The young man filled out his form and sat down with the seven other applicants in the waiting area. After a few minutes, the young man stood up, crossed the room to the door of the inner office, and walked right in. Naturally the other applicants perked up, wondering what was going on. They muttered among themselves that they hadn’t heard any summons yet. They assumed that the young man who went into the office made a mistake and would be disqualified.

Within a few minutes, however, the employer escorted the young man out of the office and said to the other applicants, “Gentlemen, thank you very much for coming, but the job has just been filled.” The other applicants began grumbling to each other, and one spoke up saying, “Wait a minute, I don’t understand. He was the last to come in, and we never even got a chance to be interviewed. Yet he got the job. That’s not fair!”

The employer said, “I’m sorry, but all the time you’ve been sitting here, the telegraph has been ticking out the following message in Morse Code: ‘If you understand this message, then come right in. The job is yours.’ None of you heard it or understood it.

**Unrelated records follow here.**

// `BENCH_SCRIPT=bench/pipeline.ts npm run bench`: the server's own CPU cost per request without the
// kernel or a load generator. Raw HTTP requests go to the real app through in-memory sockets, one
// request after another per socket; routes alternate in short rounds and each is reported as µs per
// request and as a ratio to the first route of the same round (this VM's speed drifts, ratios much
// less). For A/B work on the hot path: run it before and after a change and compare the ratios.
// PIPELINE_ROUTES='path:auth,…' (auth 1 sends the bench key), PIPELINE_ROUNDS, PIPELINE_REQUESTS,
// PIPELINE_PROFILE=file.cpuprofile writes a CPU profile of the measured rounds.
import { writeFileSync } from 'node:fs';
import { Session } from 'node:inspector/promises';
import { Duplex } from 'node:stream';
import { pino } from 'pino';
import { createApp } from '../server/app.ts';
import { createAppServer } from '../server/http/app-server.ts';
import { loadConfig } from '../server/config.ts';
import { openDatabase } from '../server/db/client.ts';
import { median, mountSameServerBareRoute, mountStrictBareRoute, prepareBenchKey } from './common.ts';

const ROUNDS = Number(process.env.PIPELINE_ROUNDS ?? 20);
const REQUESTS = Number(process.env.PIPELINE_REQUESTS ?? 4000);
const SOCKETS = 4;

const config = loadConfig({ ...process.env, LOG_LEVEL: 'silent', PORT: '0' });
const key = await prepareBenchKey(config.databaseUrl);
const database = openDatabase(config.databaseUrl, { max: 4 });
// The same reference routes as bench/server.ts.
const app = createApp({ database, config, logger: pino({ level: 'silent' }), first: mountStrictBareRoute, beforeApi: mountSameServerBareRoute });
const server = createAppServer(app);

const body = JSON.stringify({ forwardPowerW: 100, reflectedPowerW: 4 });
const routes = (process.env.PIPELINE_ROUTES ?? '/api/bench/bare:0,/bench/bare-first:0,/api/v1/mismatch:1').split(',').map((spec) => {
  const [path, auth] = spec.split(':');
  const head = `POST ${path} HTTP/1.1\r\nHost: 127.0.0.1\r\nContent-Type: application/json\r\n${auth === '1' ? `Authorization: Bearer ${key}\r\n` : ''}`;
  return { path: path!, raw: Buffer.from(`${head}Content-Length: ${Buffer.byteLength(body)}\r\n\r\n${body}`) };
});

/**
 * An in-memory connection: counts an answer when a write ends a JSON body (these routes never chunk),
 * and stops the tool at the first answer that is not a 200 (a problem would be timed as a success).
 */
function connection(onAnswer: (socket: Duplex, bytes: number) => void): Duplex {
  const endsJson = (c: Buffer | string) => (typeof c === 'string' ? c.endsWith('}') : c[c.length - 1] === 0x7d);
  const checkStatus = (c: Buffer | string) => {
    const start = c.slice(0, 12).toString();
    if (start.startsWith('HTTP/1.1 ') && start !== 'HTTP/1.1 200') {
      console.error(`[pipeline] an answer was not 200: ${c.toString().slice(0, 400)}`);
      process.exit(1);
    }
  };
  const socket: Duplex = new Duplex({
    read() {},
    write(chunk: Buffer, _encoding, done) {
      checkStatus(chunk);
      if (endsJson(chunk)) onAnswer(socket, chunk.length);
      done();
    },
    writev(chunks, done) {
      let bytes = 0;
      let last: Buffer | string | undefined;
      for (const { chunk } of chunks as { chunk: Buffer | string }[]) {
        checkStatus(chunk);
        bytes += chunk.length;
        if (chunk.length > 0) last = chunk;
      }
      if (last !== undefined && endsJson(last)) onAnswer(socket, bytes);
      done();
    },
  });
  Object.assign(socket, { remoteAddress: '127.0.0.1', remotePort: 40000, setTimeout: () => socket, setNoDelay: () => socket, setKeepAlive: () => socket });
  return socket;
}

/** µs per request and bytes per answer for `n` requests of one route over SOCKETS connections. */
function run(raw: Buffer, n: number): Promise<{ us: number; bytes: number }> {
  return new Promise((resolve) => {
    let sent = 0;
    let answered = 0;
    let bytes = 0;
    const sockets: Duplex[] = [];
    const started = performance.now();
    const onAnswer = (socket: Duplex, size: number) => {
      answered++;
      bytes += size;
      if (answered === n) {
        resolve({ us: ((performance.now() - started) * 1000) / n, bytes: bytes / n });
        for (const s of sockets) s.destroy();
      }
      else if (sent < n) {
        sent++;
        setImmediate(() => socket.push(raw));
      }
    };
    for (let i = 0; i < SOCKETS; i++) {
      const socket = connection(onAnswer);
      sockets.push(socket);
      server.emit('connection', socket);
      sent++;
      socket.push(raw);
    }
  });
}

for (const route of routes) await run(route.raw, 10_000); // compiled code paths, a leased key
const profiler = new Session();
if (process.env.PIPELINE_PROFILE) {
  profiler.connect();
  await profiler.post('Profiler.enable');
  await profiler.post('Profiler.start');
}
const times = routes.map(() => [] as number[]);
const sizes = routes.map(() => 0);
for (let round = 0; round < ROUNDS; round++) {
  for (const [i, route] of routes.entries()) {
    const { us, bytes } = await run(route.raw, REQUESTS);
    times[i]!.push(us);
    sizes[i] = bytes;
  }
}
if (process.env.PIPELINE_PROFILE) {
  const { profile } = await profiler.post('Profiler.stop');
  writeFileSync(process.env.PIPELINE_PROFILE, JSON.stringify(profile));
}
for (const [i, route] of routes.entries()) {
  const ratios = times[i]!.map((t, round) => t / times[0]![round]!);
  console.log(
    `${route.path.padEnd(22)} ${median(times[i]!).toFixed(1).padStart(6)} µs/request (min ${Math.min(...times[i]!).toFixed(1)}), ` +
      `${Math.round(sizes[i]!)} bytes/answer, ${median(ratios).toFixed(3)} × ${routes[0]!.path}`,
  );
}
await app.close();
await database.close();
process.exit(0);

This young man did. The job is his.”

All of the applicants (presumably) knew Morse Code, else they would not have bothered applying for the job – but only one of them was awake to what he knew. All of us know Christ – but we sometimes tune ourselves out, and completely miss him – not recognizing the one standing among us. While we wait then, we must keep ourselves continually tuned to God’s still small voice.

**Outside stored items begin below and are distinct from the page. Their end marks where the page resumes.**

"""Underwood's minimum reflux with non-key components that distribute (Class 2 separations).

Property checks of the linear system and an end-to-end case with components boiling between
the keys; regression pins say that they only guard against change.
"""

import numpy as np
import pytest

from disteco._base.errors import InfeasibleSpecError
from disteco.api import load_case, mixture_of
from disteco.cli import main
from disteco.properties import feed_state
from disteco.stages import design_stages, spec_residuals
from disteco.stages.correlations import underwood_minimum_vapour, underwood_roots

# Invented volatilities (heavy key = 1) and feed: a light non-key close to the light key,
# one component between the keys, a heavy non-key far below the heavy key.
ALPHA = np.array([2.1, 2.0, 1.4, 1.0, 0.2])
Z = np.array([0.10, 0.25, 0.30, 0.25, 0.10])
F = 100.0 * Z
LIGHT, HEAVY = 1, 3
D_KEYS = np.array([0.0, 0.90 * F[1], 0.0, 0.10 * F[3], 0.0])


def residuals(alpha, d, v_min, roots):
    """Underwood's second equation at every root, V_min subtracted [mol/s]."""
    return [float(np.sum(alpha * d / (alpha - phi)) - v_min) for phi in roots]


@pytest.mark.parametrize("q", [1.0, 0.5, 0.0])
def test_every_root_satisfies_the_second_equation(q):
    """The square system holds at each root used, one root per distributing component pair:
    the component between the keys distributes, the light non-key close to the light key
    distributes too (its root lies between it and the light key), the far heavy one does not."""
    v_min, d, roots = underwood_minimum_vapour(ALPHA, Z, q, D_KEYS, LIGHT, HEAVY, F)
    assert 0.0 < d[2] < F[2]
    assert 0.0 < d[0] < F[0]
    assert d[4] == 0.0
    assert len(roots) == 3 and ALPHA[3] < roots[0] < ALPHA[2] < roots[1] < ALPHA[1] < roots[2] < ALPHA[0]
    assert max(abs(r) for r in residuals(ALPHA, d, v_min, roots)) < 1e-9 * v_min
    # the roots are those of the feed equation
    for phi in roots:
        assert np.sum(ALPHA * Z / (ALPHA - phi)) == pytest.approx(1.0 - q, abs=1e-9)
    # the keys keep the flows their specifications fixed
    assert (d[LIGHT], d[HEAVY]) == (D_KEYS[LIGHT], D_KEYS[HEAVY])


def test_non_distributing_light_non_key_is_fixed_at_its_feed():
    """A very volatile light non-key comes out above its feed when taken as distributing; it is
    fixed at its feed and the system solved again over the roots between the keys only."""
    alpha = ALPHA.copy()
    alpha[0] = 40.0
    v_min, d, roots = underwood_minimum_vapour(alpha, Z, 1.0, D_KEYS, LIGHT, HEAVY, F)
    assert d[0] == F[0] and d[4] == 0.0
    assert roots == tuple(underwood_roots(alpha, Z, 1.0, alpha[HEAVY], alpha[LIGHT]))
    assert max(abs(r) for r in residuals(alpha, d, v_min, roots)) < 1e-9 * v_min


def test_equal_volatilities_of_distributing_components_are_explained():
    """Two distributing components of one volatility leave the system one root short: refused in words."""
    alpha = np.array([2.1, 2.1, 2.0, 1.0])
    z = np.array([0.2, 0.2, 0.3, 0.3])
    with pytest.raises(InfeasibleSpecError, match="same relative volatility"):
        underwood_minimum_vapour(alpha, z, 1.0, np.array([0.0, 0.0, 27.0, 3.0]), 2, 3, 100.0 * z)


def test_without_feed_flows_non_keys_outside_keep_their_flows():
    """Regression guard (only against change): without feed flows the non-keys outside the keys
    keep the flows passed in, as before distributing non-keys were handled."""
    given = D_KEYS.copy()
    given[0] = 9.0
    _, d, roots = underwood_minimum_vapour(ALPHA, Z, 1.0, given, LIGHT, HEAVY)
    assert d[0] == 9.0 and d[4] == 0.0 and len(roots) == 2


# n-butane / isopentane / n-pentane / n-hexane with keys n-butane and n-hexane: two components
# between the keys. Invented feed. Before the distributing non-keys were handled the minimum
# reflux came out at -0.055 (0.98) and -0.030 (0.999) and the case was refused. Raoult's law is
# pinned: the pins below were taken with it (the automatic choice at 2.5 bar is Peng-Robinson).
WIDE_CASE = """title = "Butane-hexane split with two pentanes between the keys"
[mixture]
components = ["n-butane", "isopentane", "n-pentane", "n-hexane"]
method = "ideal"
[feed]
flow = "95 kmol/h"
composition = [0.15, 0.15, 0.40, 0.30]
vapour_fraction = 0.0
[column]
top_pressure = "2.5 bar"
pressure_drop_per_tray = "0.7 kPa"
[products]
light_key = "n-butane"
heavy_key = "n-hexane"
light_key_recovery = {recovery}
heavy_key_recovery = {recovery}
[economics]
cost_year = 2023
"""


@pytest.mark.parametrize("recovery, pinned_minimum_reflux", [(0.98, 0.36056), (0.999, 0.44985)])
def test_case_with_components_between_the_keys_designs(tmp_path, recovery, pinned_minimum_reflux):
    """`disteco check` accepts the case and the stages layer designs it: the pentanes distribute
    at minimum reflux, the stage profile meets both key specifications. The minimum reflux is a
    regression pin (guards against change only)."""
    path = tmp_path / "wide.toml"
    path.write_text(WIDE_CASE.format(recovery=recovery))
    assert main(["check", str(path)]) == 0
    case = load_case(path)
    mixture = mixture_of(case)
    feed = feed_state(case.feed, mixture, case.column.top_pressure)
    design = design_stages(mixture, feed, case.products, case.column)
    shortcut = design.shortcut
    assert design.minimum_reflux == pytest.approx(pinned_minimum_reflux, abs=1e-4)
    assert len(shortcut.underwood_roots) == 3
    f = np.asarray(shortcut.split.distillate) + np.asarray(shortcut.split.bottoms)
    alpha = np.asarray(shortcut.alpha_feed)
    v_min, d, roots = underwood_minimum_vapour(alpha, np.asarray(feed.z), feed.q,
                                               np.asarray(shortcut.split.distillate), 0, 3, f)
    assert all(0.0 < d[i] < f[i] for i in (1, 2))
    assert v_min / d.sum() - 1.0 == pytest.approx(shortcut.minimum_reflux, rel=1e-12)
    assert design.meets_specs
    assert np.abs(spec_residuals(design.profile, case.products, feed)).max() < 1e-6
    assert design.profile.reflux_ratio > design.minimum_reflux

Third, our lives are open to the spirit of God when we are willing to change. John’s message was about repentance. Repentance means there is a change of direction. Take for example Ebenezer Scrooge in A Christmas Carol, by Dickens. He was a stingy, grumpy, mean spirited man whose life was changed after being confronted by the ghosts of the past, present and future. When he saw how hopeless his life turned out he was transformed and became generous and filled with a spirit of love.

A more contemporary story would be the story of How the Grinch Stole Christmas, by Dr. Seuss. The Grinch was totally transformed, his heart growing 3 sizes greater. After being baptized by the spirit he became, kind, warm and generous and returned Christmas to the Whos in Whoville.

I believe that everyone wants to change but we are stuck. We are trapped by our sins of the past or we are distant from God pursuing our own personal agenda. As a result we are never fulfilled or satisfied. Life is nothing more than a treadmill with no way of getting off. The key that can unlock the door to newness and guide us from darkness to light is forgiveness. John proclaimed a “baptism of repentance for the forgiveness of sins.” Forgiveness enables us to move away from the past and embrace the present.

The transformation of the Grinch and Scrooge are classics. In both stories their worlds became a better place. But in both stories there is one story that doesn’t get as much attention. It’s the fact that the Who’s forgave the Grinch and the townspeople and relatives of Scrooge in London forgave him. Forgiveness, like John the Baptist proclaimed, is at the heart of opening ourselves to God’s spirit. The Christmas spirit can become a reality to you when you accept the forgiveness of God for your past, or you are willing to forgive someone else for theirs.